Shares of CarMax, Inc. (KMX) experienced a significant downturn, plummeting to $42.54 with a 13.33% decline as investors reacted to disappointing quarterly results. The used car retailer’s performance revealed substantial challenges including a quarterly loss, deteriorating sales momentum, and persistent cost pressures. Additionally, a substantial goodwill impairment further exacerbated the negative investor sentiment.
CarMax posted a net loss of $120.7 million during the fourth quarter ending February 2026. This represents a stark reversal from the $89.9 million in net income generated during the same period one year prior. The per-share loss stood at $0.85 on a diluted basis, marking a substantial deterioration in financial health.
A non-cash goodwill impairment totaling $141.3 million was recorded in the period. Management attributed this charge to reduced market capitalization and revised financial projections pointing to weaker future performance. The write-down significantly contributed to the overall loss for the quarter.

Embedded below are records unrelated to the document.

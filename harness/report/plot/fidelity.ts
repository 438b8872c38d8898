// Replay overlays for the report: the recorded trunk path against the simulated one (top view,
// equal axes) and the distance between them over time with the replay's tolerance. Data in, SVG
// out, from numbers only (svg.ts).

import type { FidelityBlock } from '../../score/fidelity.js';
import { linePath } from './path.js';
import { GRID, INK, SLIP_COLOUR, type BuildStyle } from './palette.js';
import { linearScale, niceTicks } from './scale.js';
import { asSvg, label, num, type SvgMarkup } from './svg.js';

const WIDTH = 420;
const PATH_HEIGHT = 220;
const ERROR_HEIGHT = 120;
const PAD = 30;

/** Top view: recorded path dashed ink, simulated path in the build's colour. */
export function recordedPathPlot(f: FidelityBlock, style: BuildStyle): SvgMarkup {
  const all = [...f.overlay.recorded_m, ...f.overlay.simulated_m];
  if (all.length === 0) return asSvg('');
  let x0 = Math.min(...all.map((p) => p[0]));
  let x1 = Math.max(...all.map((p) => p[0]));
  let y0 = Math.min(...all.map((p) => p[1]));
  let y1 = Math.max(...all.map((p) => p[1]));
  // Equal scales on both axes, with a margin: a sideways drift must look as large as it is.
  const span = Math.max(x1 - x0, (y1 - y0) * ((WIDTH - 2 * PAD) / (PATH_HEIGHT - 2 * PAD)), 0.2) * 1.1;
  const cx = (x0 + x1) / 2;
  const cy = (y0 + y1) / 2;
  x0 = cx - span / 2;
  x1 = cx + span / 2;
  const ySpan = (span * (PATH_HEIGHT - 2 * PAD)) / (WIDTH - 2 * PAD);
  y0 = cy - ySpan / 2;
  y1 = cy + ySpan / 2;
  const sx = linearScale(x0, x1, PAD, WIDTH - PAD);
  const sy = linearScale(y0, y1, PATH_HEIGHT - PAD, PAD);
  const path = (points: [number, number][]) => linePath(points.map((p) => sx(p[0])), points.map((p) => sy(p[1])));
  let out = `<svg class="plot recorded-path" viewBox="0 0 ${WIDTH} ${PATH_HEIGHT}" width="${WIDTH}" height="${PATH_HEIGHT}" role="img">`;
  for (const t of niceTicks(x0, x1, 5)) out += `<path d="M${num(sx(t))} ${PAD}V${PATH_HEIGHT - PAD}" stroke="${GRID}"/><text x="${num(sx(t))}" y="${PATH_HEIGHT - PAD + 12}" text-anchor="middle">${label(t, 2)}</text>`;
  for (const t of niceTicks(y0, y1, 3)) out += `<path d="M${PAD} ${num(sy(t))}H${WIDTH - PAD}" stroke="${GRID}"/><text x="${PAD - 3}" y="${num(sy(t) + 3)}" text-anchor="end">${label(t, 2)}</text>`;
  out += `<path class="recorded" d="${path(f.overlay.recorded_m)}" fill="none" stroke="${INK}" stroke-width="1.4" stroke-dasharray="5 3"/>`;
  out += `<path class="simulated" d="${path(f.overlay.simulated_m)}" fill="none" stroke="${style.colour}" stroke-width="1.4"${style.dash ? ` stroke-dasharray="${style.dash}"` : ''}/>`;
  out += `<text x="${WIDTH - PAD}" y="${PATH_HEIGHT - 4}" text-anchor="end">x, m (y vertical, equal scale)</text></svg>`;
  return asSvg(out);
}

/** Distance between recorded and simulated trunk over time; the tolerance as a dashed line. */
export function recordedErrorPlot(f: FidelityBlock): SvgMarkup {
  const t = f.overlay.t_s;
  if (t.length === 0) return asSvg('');
  const error = f.overlay.recorded_m.map((r, k) => Math.hypot(r[0] - f.overlay.simulated_m[k][0], r[1] - f.overlay.simulated_m[k][1]));
  const tolerance = f.tolerances.trunkPosition_m;
  const top = Math.max(tolerance * 1.5, ...error);
  const sx = linearScale(0, Math.max(t[t.length - 1], 0.001), PAD, WIDTH - PAD);
  const sy = linearScale(0, top, ERROR_HEIGHT - PAD, 10);
  let out = `<svg class="plot recorded-error" viewBox="0 0 ${WIDTH} ${ERROR_HEIGHT}" width="${WIDTH}" height="${ERROR_HEIGHT}" role="img">`;
  for (const v of niceTicks(0, top, 3)) out += `<path d="M${PAD} ${num(sy(v))}H${WIDTH - PAD}" stroke="${GRID}"/><text x="${PAD - 3}" y="${num(sy(v) + 3)}" text-anchor="end">${label(v * 1000, 0)}</text>`;
  for (const v of niceTicks(0, t[t.length - 1], 5)) out += `<text x="${num(sx(v))}" y="${ERROR_HEIGHT - PAD + 12}" text-anchor="middle">${label(v, 1)}</text>`;
  out += `<path class="tolerance" d="M${PAD} ${num(sy(tolerance))}H${WIDTH - PAD}" stroke="${SLIP_COLOUR}" stroke-dasharray="4 2"/>`;
  out += `<path class="error" d="${linePath(t.map(sx), error.map(sy))}" fill="none" stroke="${INK}" stroke-width="1.2"/>`;
  out += `<text x="${WIDTH - PAD}" y="${ERROR_HEIGHT - 4}" text-anchor="end">t, s; horizontal trunk error, mm</text></svg>`;
  return asSvg(out);
}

When excluding the impairment and restructuring expenses, adjusted earnings came to $0.34 per share. Nevertheless, this figure represented a decline compared to the prior year’s adjusted results. Core profitability metrics continued showing weakness even after accounting adjustments.
Retail used vehicle unit sales totaled 181,188 during the quarter, representing a 0.8% decrease year-over-year. On a comparable store basis, sales deteriorated further with a 1.9% decline, suggesting weakened traffic and conversion. Total retail revenue contracted 1.2% as both volume and average selling prices faced headwinds.
Gross profit generated per retail vehicle unit fell to $2,115, down $207 compared to the previous year’s quarter. The company implemented pricing strategies to stimulate sales activity in a competitive environment. Consequently, retail profit margins experienced notable compression throughout the period.
Wholesale operations saw unit sales grow 3.0%, offering some offset to retail weakness. However, gross profit per wholesale unit declined $105 to $940. The margin deterioration negated much of the benefit from increased wholesale volume.
Overall gross profit contracted 9.4% to $605.3 million, demonstrating widespread margin deterioration. Conversely, selling, general, and administrative expenses held steady at $611.3 million, creating greater cost pressure relative to revenue. SG&A expenses exceeded gross profit, reaching 101% of gross profit for the period.
CarMax Auto Finance contributed $143.7 million in income, down 9.8% from the prior year quarter. The decrease stemmed from lower outstanding loan balances and increased credit loss provisioning. Growing exposure to subprime borrowers introduced additional financial risk in the near term.
The company raised its annual cost reduction goal to $200 million to be achieved by fiscal year 2027. Leadership implemented workforce reductions and organizational restructuring initiatives to enhance operational efficiency. Despite these measures, profitability stabilization remains elusive.